Top of Provided data

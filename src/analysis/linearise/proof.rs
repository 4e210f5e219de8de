//! What is proved of the eigenvalues of a Jacobian between bounds.
//!
//! Species that do not feed back on each other fall into blocks of their own (strongly connected components of the nonzero
//! entries), whose eigenvalues together are the matrix's. Blocks of one and two species are decided in closed form, those
//! of three also where they lie exactly on the border, larger ones by `num::verified`.

use super::place::{Border, Place, Shape, Side};
use super::planar::{Planar, axis_sides};
use crate::num::dense::block;
use crate::num::eigen::strongly_connected;
use crate::num::interval::Interval;
use crate::num::verified::{self, Disc};

/// What is proved.
#[derive(Clone, Debug, Default, PartialEq)]
pub(super) struct Proof {
    /// At least so many attract.
    pub(super) below: usize,
    /// At least so many lie on the border itself.
    pub(super) critical: usize,
    /// At least so many repel.
    pub(super) above: usize,
    /// Places that together hold all eigenvalues, each at least one; `None` where that is not known.
    places: Option<Vec<Place>>,
    /// The pair that is proved to lie on the border, where there is one.
    pub(super) critical_pair: Option<Place>,
}

impl Proof {
    /// Of a matrix of order `n` between bounds, row by row.
    pub(super) fn of(matrix: &[Interval], n: usize, border: Border) -> Self {
        let mut proof = Self { places: Some(Vec::new()), ..Self::default() };
        for part in strongly_connected(n, |i, j| matrix[i * n + j] != Interval::ZERO) {
            proof.add_block(&block(matrix, n, &part), part.len(), border);
        }
        proof
    }

    /// Of the model as written, with what is exactly critical from the f64 numbers: two enclosures of the Jacobian of order
    /// `n`, row by row, the first of which holds the second.
    pub(super) fn as_written(written: &[Interval], exact: &[Interval], n: usize, border: Border) -> Self {
        let proof = Self::of(written, n, border);
        if proof.below + proof.above == n {
            return proof;
        }
        let Self { critical, critical_pair, .. } = Self::of(exact, n, border);
        Self { critical, critical_pair, ..proof }
    }

    fn add_block(&mut self, block: &[Interval], m: usize, border: Border) {
        match *block {
            [a] => {
                let place = Place::real(a);
                self.count([place.side(border)]);
                self.hold([place]);
            }
            [a, b, c, d] => self.add_planar(&Planar { a, b, c, d }, border),
            _ => self.add_large(block, m, border),
        }
    }

    fn add_planar(&mut self, planar: &Planar, border: Border) {
        let sides = planar.sides(border);
        self.count(sides);
        let places = planar.places(border);
        if let ([place], [Side::Critical, Side::Critical]) = (&places[..], sides)
            && place.shape == Shape::Pair
        {
            self.critical_pair = Some(*place);
        }
        self.hold(places);
    }

    fn add_large(&mut self, block: &[Interval], m: usize, border: Border) {
        let counts = match border {
            Border::Axis => verified::half_plane(block, m),
            Border::Circle => verified::unit_circle(block, m),
        };
        let counts = counts.unwrap_or_default();
        if counts.below + counts.above < m && m == 3 && border == Border::Axis && self.add_cubic(block) {
            // Decided exactly, which bounds cannot do.
        } else {
            self.below += counts.below;
            self.above += counts.above;
        }
        match verified::discs(block, m) {
            Some(discs) => self.hold(clusters(&discs)),
            None => self.places = None,
        }
    }

    /// λ³ + c₁ λ² + c₂ λ + c₃ exactly on the border: c₃ = 0 leaves a quadratic, c₁ c₂ = c₃ with c₂ > 0 a pair ±i√c₂ and −c₁
    /// (Hurwitz 1895).
    fn add_cubic(&mut self, block: &[Interval]) -> bool {
        let [trace, minors, determinant] = invariants(block);
        if determinant == Interval::ZERO {
            self.count([Side::Critical]);
            self.count(axis_sides(trace, minors));
            true
        } else if trace * minors == determinant && determinant.is_point() && minors.lo() > 0.0 {
            let third = Place::real(trace).side(Border::Axis);
            self.count([Side::Critical, Side::Critical, third]);
            let im = super::place::square_root(minors);
            self.critical_pair = Some(Place { re: Interval::ZERO, im, shape: Shape::Pair });
            true
        } else {
            false
        }
    }

    fn count(&mut self, sides: impl IntoIterator<Item = Side>) {
        for side in sides {
            match side {
                Side::Below => self.below += 1,
                Side::Critical => self.critical += 1,
                Side::Above => self.above += 1,
                Side::Unknown => {}
            }
        }
    }

    fn hold(&mut self, more: impl IntoIterator<Item = Place>) {
        if let Some(places) = &mut self.places {
            places.extend(more);
        }
    }

    /// Whether the leading eigenvalues, those of largest real part or modulus, are proved to be real or a pair.
    pub(super) fn leading(&self, border: Border) -> Shape {
        let Some(places) = &self.places else { return Shape::Unknown };
        // The largest is at least as large as the lower bound of any.
        let reach = |shape| {
            let of_shape = places.iter().filter(|place| place.shape == shape);
            of_shape.map(|place| place.size(border).lo()).fold(f64::NEG_INFINITY, f64::max)
        };
        let most = |but| {
            let others = places.iter().filter(|place| place.shape != but);
            others.map(|place| place.size(border).hi()).fold(f64::NEG_INFINITY, f64::max)
        };
        let leads = |shape: &Shape| reach(*shape) > most(*shape);
        [Shape::Real, Shape::Pair].into_iter().find(leads).unwrap_or(Shape::Unknown)
    }
}

/// One place for each cluster.
fn clusters(discs: &[Disc]) -> Vec<Place> {
    let clusters = discs.iter().map(|disc| disc.cluster + 1).max().unwrap_or(0);
    let members = |k| discs.iter().filter(|disc| disc.cluster == k).copied().collect::<Vec<Disc>>();
    (0..clusters).map(members).filter(|members| !members.is_empty()).map(|members| Place::cluster(&members)).collect()
}

/// Trace, sum of the principal minors of order two, and determinant of a matrix of order three.
fn invariants(m: &[Interval]) -> [Interval; 3] {
    let minor = |i: usize, j: usize, k: usize, l: usize| m[i] * m[l] - m[j] * m[k];
    let trace = m[0] + m[4] + m[8];
    let minors = minor(0, 1, 3, 4) + minor(0, 2, 6, 8) + minor(4, 5, 7, 8);
    let determinant = m[0] * minor(4, 5, 7, 8) - m[1] * minor(3, 5, 6, 8) + m[2] * minor(3, 4, 6, 7);
    [trace, minors, determinant]
}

Bottom of Provided data

## Aim of the task
Your reply should match the data above exactly, line for line.

## Problem solution
filename src/analysis/linearise/proof.rs
repository 4e210f5e219de8de
//! What is proved of the eigenvalues of a Jacobian between bounds.
//!
//! Species that do not feed back on each other fall into blocks of their own (strongly connected components of the nonzero
//! entries), whose eigenvalues together are the matrix's. Blocks of one and two species are decided in closed form, those
//! of three also where they lie exactly on the border, larger ones by `num::verified`.

use super::place::{Border, Place, Shape, Side};
use super::planar::{Planar, axis_sides};
use crate::num::dense::block;
use crate::num::eigen::strongly_connected;
use crate::num::interval::Interval;
use crate::num::verified::{self, Disc};

/// What is proved.
#[derive(Clone, Debug, Default, PartialEq)]
pub(super) struct Proof {
    /// At least so many attract.
    pub(super) below: usize,
    /// At least so many lie on the border itself.
    pub(super) critical: usize,
    /// At least so many repel.
    pub(super) above: usize,
    /// Places that together hold all eigenvalues, each at least one; `None` where that is not known.
    places: Option<Vec<Place>>,
    /// The pair that is proved to lie on the border, where there is one.
    pub(super) critical_pair: Option<Place>,
}

impl Proof {
    /// Of a matrix of order `n` between bounds, row by row.
    pub(super) fn of(matrix: &[Interval], n: usize, border: Border) -> Self {
        let mut proof = Self { places: Some(Vec::new()), ..Self::default() };
        for part in strongly_connected(n, |i, j| matrix[i * n + j] != Interval::ZERO) {
            proof.add_block(&block(matrix, n, &part), part.len(), border);
        }
        proof
    }

    /// Of the model as written, with what is exactly critical from the f64 numbers: two enclosures of the Jacobian of order
    /// `n`, row by row, the first of which holds the second.
    pub(super) fn as_written(written: &[Interval], exact: &[Interval], n: usize, border: Border) -> Self {
        let proof = Self::of(written, n, border);
        if proof.below + proof.above == n {
            return proof;
        }
        let Self { critical, critical_pair, .. } = Self::of(exact, n, border);
        Self { critical, critical_pair, ..proof }
    }

    fn add_block(&mut self, block: &[Interval], m: usize, border: Border) {
        match *block {
            [a] => {
                let place = Place::real(a);
                self.count([place.side(border)]);
                self.hold([place]);
            }
            [a, b, c, d] => self.add_planar(&Planar { a, b, c, d }, border),
            _ => self.add_large(block, m, border),
        }
    }

    fn add_planar(&mut self, planar: &Planar, border: Border) {
        let sides = planar.sides(border);
        self.count(sides);
        let places = planar.places(border);
        if let ([place], [Side::Critical, Side::Critical]) = (&places[..], sides)
            && place.shape == Shape::Pair
        {
            self.critical_pair = Some(*place);
        }
        self.hold(places);
    }

    fn add_large(&mut self, block: &[Interval], m: usize, border: Border) {
        let counts = match border {
            Border::Axis => verified::half_plane(block, m),
            Border::Circle => verified::unit_circle(block, m),
        };
        let counts = counts.unwrap_or_default();
        if counts.below + counts.above < m && m == 3 && border == Border::Axis && self.add_cubic(block) {
            // Decided exactly, which bounds cannot do.
        } else {
            self.below += counts.below;
            self.above += counts.above;
        }
        match verified::discs(block, m) {
            Some(discs) => self.hold(clusters(&discs)),
            None => self.places = None,
        }
    }

    /// λ³ + c₁ λ² + c₂ λ + c₃ exactly on the border: c₃ = 0 leaves a quadratic, c₁ c₂ = c₃ with c₂ > 0 a pair ±i√c₂ and −c₁
    /// (Hurwitz 1895).
    fn add_cubic(&mut self, block: &[Interval]) -> bool {
        let [trace, minors, determinant] = invariants(block);
        if determinant == Interval::ZERO {
            self.count([Side::Critical]);
            self.count(axis_sides(trace, minors));
            true
        } else if trace * minors == determinant && determinant.is_point() && minors.lo() > 0.0 {
            let third = Place::real(trace).side(Border::Axis);
            self.count([Side::Critical, Side::Critical, third]);
            let im = super::place::square_root(minors);
            self.critical_pair = Some(Place { re: Interval::ZERO, im, shape: Shape::Pair });
            true
        } else {
            false
        }
    }

    fn count(&mut self, sides: impl IntoIterator<Item = Side>) {
        for side in sides {
            match side {
                Side::Below => self.below += 1,
                Side::Critical => self.critical += 1,
                Side::Above => self.above += 1,
                Side::Unknown => {}
            }
        }
    }

    fn hold(&mut self, more: impl IntoIterator<Item = Place>) {
        if let Some(places) = &mut self.places {
            places.extend(more);
        }
    }

    /// Whether the leading eigenvalues, those of largest real part or modulus, are proved to be real or a pair.
    pub(super) fn leading(&self, border: Border) -> Shape {
        let Some(places) = &self.places else { return Shape::Unknown };
        // The largest is at least as large as the lower bound of any.
        let reach = |shape| {
            let of_shape = places.iter().filter(|place| place.shape == shape);
            of_shape.map(|place| place.size(border).lo()).fold(f64::NEG_INFINITY, f64::max)
        };
        let most = |but| {
            let others = places.iter().filter(|place| place.shape != but);
            others.map(|place| place.size(border).hi()).fold(f64::NEG_INFINITY, f64::max)
        };
        let leads = |shape: &Shape| reach(*shape) > most(*shape);
        [Shape::Real, Shape::Pair].into_iter().find(leads).unwrap_or(Shape::Unknown)
    }
}

/// One place for each cluster.
fn clusters(discs: &[Disc]) -> Vec<Place> {
    let clusters = discs.iter().map(|disc| disc.cluster + 1).max().unwrap_or(0);
    let members = |k| discs.iter().filter(|disc| disc.cluster == k).copied().collect::<Vec<Disc>>();
    (0..clusters).map(members).filter(|members| !members.is_empty()).map(|members| Place::cluster(&members)).collect()
}

/// Trace, sum of the principal minors of order two, and determinant of a matrix of order three.
fn invariants(m: &[Interval]) -> [Interval; 3] {
    let minor = |i: usize, j: usize, k: usize, l: usize| m[i] * m[l] - m[j] * m[k];
    let trace = m[0] + m[4] + m[8];
    let minors = minor(0, 1, 3, 4) + minor(0, 2, 6, 8) + minor(4, 5, 7, 8);
    let determinant = m[0] * minor(4, 5, 7, 8) - m[1] * minor(3, 5, 6, 8) + m[2] * minor(3, 4, 6, 7);
    [trace, minors, determinant]
}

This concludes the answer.